Scroll mal runter, unter "Ähnliche Themen" der erste Thread; vielleicht sind da ein paar brauchbare Tipps für dich dabei.


----------



## Raubkopierer (25. Mai 2008)

Er schaltet sich einfach aus? Und startet nicht etwa neu? Dann dürfte es sich dabei um ein Temperaturproblem handeln. Bauteile wie das Netzteil und alle CPUs von Intel ab dem Pentium 3 haben eingebaute Temperatursensoren, die das Gerät abschalten wenn es zu heiß wird um eine Beschädigung zu verhindern. Auch das Bios überwacht i.d.R. die Temperatur. Falls das der Fall ist solltest du evtl. einmal deinen Rechner reinigen (beim Verwenden eines Staubsaugers auf Kleinteile achten). Auch solltest du die Lüfter fest halten da diese durch schnelles drehen ansonsten als Generatoren wirken und Spannung abgeben, die das Mainboard zerstören kann.
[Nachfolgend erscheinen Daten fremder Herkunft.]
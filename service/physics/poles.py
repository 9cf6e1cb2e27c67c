"""Magnetic rods in a coil: the inductance and the losses that they add.

By reciprocity the added inductance is the integral, over the rods, of their magnetisation times
the field of one ampere in the coil. The magnetisation is solved for: along each rod by its own
demagnetising modes, between rods through the mean potential of their surface charges, and in
conducting rods with the eddy currents of their axisymmetric field.
"""

import itertools
import math
from collections.abc import Sequence
from dataclasses import dataclass
from functools import lru_cache
from typing import Final

import numpy as np
import numpy.typing as npt

from service.physics.arguments import finite, non_negative, positive
from service.physics.constants import MAGNETIC_CONSTANT
from service.physics.effective_permeability import crosswise_susceptibility
from service.physics.inductance import coil_inductance
from service.physics.rod_coupling import RodGroup
from service.physics.rod_field import Drive, RodPlace, coil_drive, distance_from_opening
from service.physics.rod_mesh import RodShape
from service.physics.rods import Complexes, rod_modes
from service.physics.section import WindingSection

Floats = npt.NDArray[np.float64]

# Contact is no overlap: lengths that were converted between units differ in the last digits.
_CONTACT: Final = 1e-9


@dataclass(frozen=True, slots=True)
class Pole:
    """A magnetic rod parallel to the coil's axis.

    Attributes:
        x, y: place of its axis, from the coil's axis, m.
        diameter, length: m.
        offset: height of its middle over the coil's mid-plane, m.
        susceptibility: relative permeability - 1: the recoil permeability of a magnet, the
            initial permeability of steel. 0 or more.
        conductivity: S/m; 0 for a rod without eddy currents.
    """

    x: float
    y: float
    diameter: float
    length: float
    offset: float
    susceptibility: float
    conductivity: float = 0.0

    def __post_init__(self) -> None:
        checked = {
            "x": finite("x", self.x),
            "y": finite("y", self.y),
            "diameter": positive("diameter", self.diameter),
            "length": positive("length", self.length),
            "offset": finite("offset", self.offset),
            "susceptibility": non_negative("susceptibility", self.susceptibility),
            "conductivity": non_negative("conductivity", self.conductivity),
        }
        for name, value in checked.items():
            object.__setattr__(self, name, value)

    @property
    def place(self) -> RodPlace:
        """Where the rod stands and how large it is, without its material."""
        return RodPlace(self.x, self.y, 0.5 * self.diameter, self.length, self.offset)


class PoleResponse:
    """The answer of rods in given places, for any material and frequency.

    Made once for a geometry (see `pole_response`); asking it again for other susceptibilities,
    conductivities or frequencies costs a small linear system each.
    """

    def __init__(self, section: WindingSection, places: tuple[RodPlace, ...]) -> None:
        self.places = places
        self._drives: list[Drive] = [
            coil_drive(section, RodPlace(abs(p.x), abs(p.y), p.radius, p.length, p.offset))
            for p in places
        ]
        self._group = RodGroup(places, [drive.shape for drive in self._drives])

    def added_inductance(
        self,
        susceptibilities: Sequence[float],
        conductivities: Sequence[float] | None = None,
        frequency: float = 0.0,
    ) -> complex:
        """Return what the rods add to the inductance of one turn, in H: L' - jL''.

        Args:
            susceptibilities: of each rod.
            conductivities: of each rod, S/m; none means no eddy currents.
            frequency: Hz.

        Raises:
            ValueError: a count or a value is impossible.
        """
        count = len(self.places)
        if conductivities is None:
            conductivities = [0.0] * count
        for name, values in (
            ("susceptibilities", susceptibilities),
            ("conductivities", conductivities),
        ):
            if len(values) != count:
                raise ValueError(f"{name} must hold {count} values, got {len(values)}")
        angular = 2.0 * math.pi * non_negative("frequency", frequency)
        materials = [
            (
                non_negative("susceptibility", chi),
                angular * MAGNETIC_CONSTANT * non_negative("conductivity", sigma) * p.radius**2,
            )
            for chi, sigma, p in zip(susceptibilities, conductivities, self.places, strict=True)
        ]
        added = MAGNETIC_CONSTANT * (self._axisymmetric(materials) + self._crosswise(materials))
        # Where the losses vanish, rounding must not turn them into a gain.
        return complex(added.real, min(added.imag, 0.0))

    def _axisymmetric(self, materials: list[tuple[float, float]]) -> complex:
        """Integral of the rods' mean magnetisation times the coil's field, in m."""
        known: dict[tuple[RodShape, tuple[float, float]], Floats | Complexes] = {}
        responses = []
        for drive, material in zip(self._drives, materials, strict=True):
            key = (drive.shape, material)
            if key not in known:
                modes = rod_modes(drive.shape)
                susceptibility, diffusion = material
                known[key] = (
                    modes.conducting_answer(susceptibility, diffusion)
                    if diffusion > 0.0
                    else modes.static_answer(susceptibility)
                )
            responses.append(known[key])
        amplitudes = self._group.solve([drive.modes for drive in self._drives], responses)
        return sum(
            (
                place.radius**3 * complex(drive.modes @ amplitude)
                for place, drive, amplitude in zip(
                    self.places, self._drives, amplitudes, strict=True
                )
            ),
            0.0j,
        )

    def _crosswise(self, materials: list[tuple[float, float]]) -> complex:
        total = 0.0 + 0.0j
        for drive, (susceptibility, diffusion) in zip(self._drives, materials, strict=True):
            for m, square in enumerate(drive.crosswise, start=1):
                total += square * crosswise_susceptibility(susceptibility, diffusion, m)
        return total


@lru_cache(maxsize=32)
def _response(section: WindingSection, places: tuple[RodPlace, ...]) -> PoleResponse:
    for index, place in enumerate(places):
        _check_opening(section, index, place)
    for (i, a), (j, b) in itertools.combinations(enumerate(places), 2):
        apart = math.hypot(a.x - b.x, a.y - b.y)
        over = abs(a.offset - b.offset)
        reach = a.radius + b.radius
        span = 0.5 * (a.length + b.length)
        if apart < reach * (1.0 - _CONTACT) and over < span * (1.0 - _CONTACT):
            raise ValueError(
                f"poles must not overlap: poles {i} and {j} have axes {apart!r} m apart and need "
                f"{reach!r} m"
            )
    return PoleResponse(section, places)


def _check_opening(section: WindingSection, index: int, place: RodPlace) -> None:
    beside = abs(place.offset) - 0.5 * place.length < 0.5 * section.height * (1.0 - _CONTACT)
    room = distance_from_opening(section, place.x, place.y)
    if beside and place.radius > room + _CONTACT * section.outer_radius:
        raise ValueError(
            f"poles must stand inside the former's opening: pole {index} at "
            f"({place.x!r}, {place.y!r}) m has a radius of {place.radius!r} m and room for "
            f"{max(room, 0.0)!r} m"
        )


def pole_response(section: WindingSection, poles: Sequence[Pole]) -> PoleResponse:
    """Return the answer of poles in their places, for any material and frequency.

    The material of `poles` is not looked at. The last few answers are kept.

    Raises:
        ValueError: two poles overlap, or a pole cuts the winding.
    """
    return _response(section, tuple(pole.place for pole in poles))


def inductance_with_poles(
    section: WindingSection, turns: float, poles: Sequence[Pole], frequency: float = 0.0
) -> complex:
    """Return the series inductance of a coil with magnetic rods in it.

    Args:
        section: the winding.
        turns: number of turns.
        poles: the rods; none gives the air coil.
        frequency: Hz; 0 for the static value.

    Returns:
        L' - jL'' in H, the air coil's part included. The rods add 2 pi f L'' to the coil's series
        resistance. The imaginary part is 0 at frequency 0 and for rods that do not conduct.

    Raises:
        ValueError: an argument is impossible, two poles overlap, or a pole cuts the winding.

    The added part of one coaxial rod in a round coil agrees with a full axisymmetric solution
    to 2e-4 (static) and 1.5e-3 (eddy currents, skin depth down to a hundredth of the radius), and
    that of one rod off the axis with surface panels in three dimensions to 1e-3. Neighbours see
    each other's mean field only: of the added part, 0.3 % is lost for magnets (susceptibility 3)
    and 0.7 % for steel when rods stand two diameters apart, 1.3 % and 6 % when they touch. The
    winding's capacitance is not in it. Reciprocity and surface charge: e.g. Landau and Lifshitz,
    Electrodynamics of Continuous Media, ch. IV and VII.
    """
    air = coil_inductance(section, turns)
    non_negative("frequency", frequency)
    if not poles:
        return complex(air)
    response = pole_response(section, poles)
    added = response.added_inductance(
        [pole.susceptibility for pole in poles],
        [pole.conductivity for pole in poles],
        frequency,
    )
    return complex(air + turns * turns * added)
Sollte der PC hingegen neustarten liegt ein Hardwaredefekt bzw. ein Treiberproblem vor. Dies kannst du feststellen indem du unter Systemsteuerung -> System (oder Rechtsklick auf den Arbeitsplatz -> Eigenschaften) -> Erweitert -> Starten und Wiederherstellen, den Haken bei 'Automatisch Neustart durchführen' entfernst. Nun solltest du in nächster Zeit einen Bluescreen zu Gesicht bekommen, dessen Inhalt du uns mitteilen solltest bzw. mal Google verraten könntest.


----------



## lernen.2007 (25. Mai 2008)

Hallo,

ich habe ein Pentium 4 Rechner. Er schaltet sich einfach aus und startet nicht neu. Ich habe das Rechner Gestern gereinigt. Und habe auch festgestellt, dass es gar nicht so viel Staub drauf war. Meine Vermutung liegt bei Netzteil, was würdet Ihr dazu sagen?


----------



## PC Heini (25. Mai 2008)

Kann sein, aber auch nicht. Wenn Du Kumpels hast, die mit PCs rummachen, frag mal einen, ob er ein Netzteil zum ausleihen hat. Ist die günstigste Möglichkeit. Andernfalls ein neues kaufen und hoffen, dass es dann geht. Gerade bei einer Neuinstallation steht der PC oft unter Volllast. Desswegen ist es noch schwierig, was konkretes zu sagen.


----------



## Raubkopierer (25. Mai 2008)

Ich würde auch schaun welche Temperaturen dein Pentium 4 so erreicht ... etwa mittels des Programms Speedfan.


----------



## Dr Dau (25. Mai 2008)

Hallo!

@Raubkopierer, er muss doch erstmal Windows installiert bekommen. 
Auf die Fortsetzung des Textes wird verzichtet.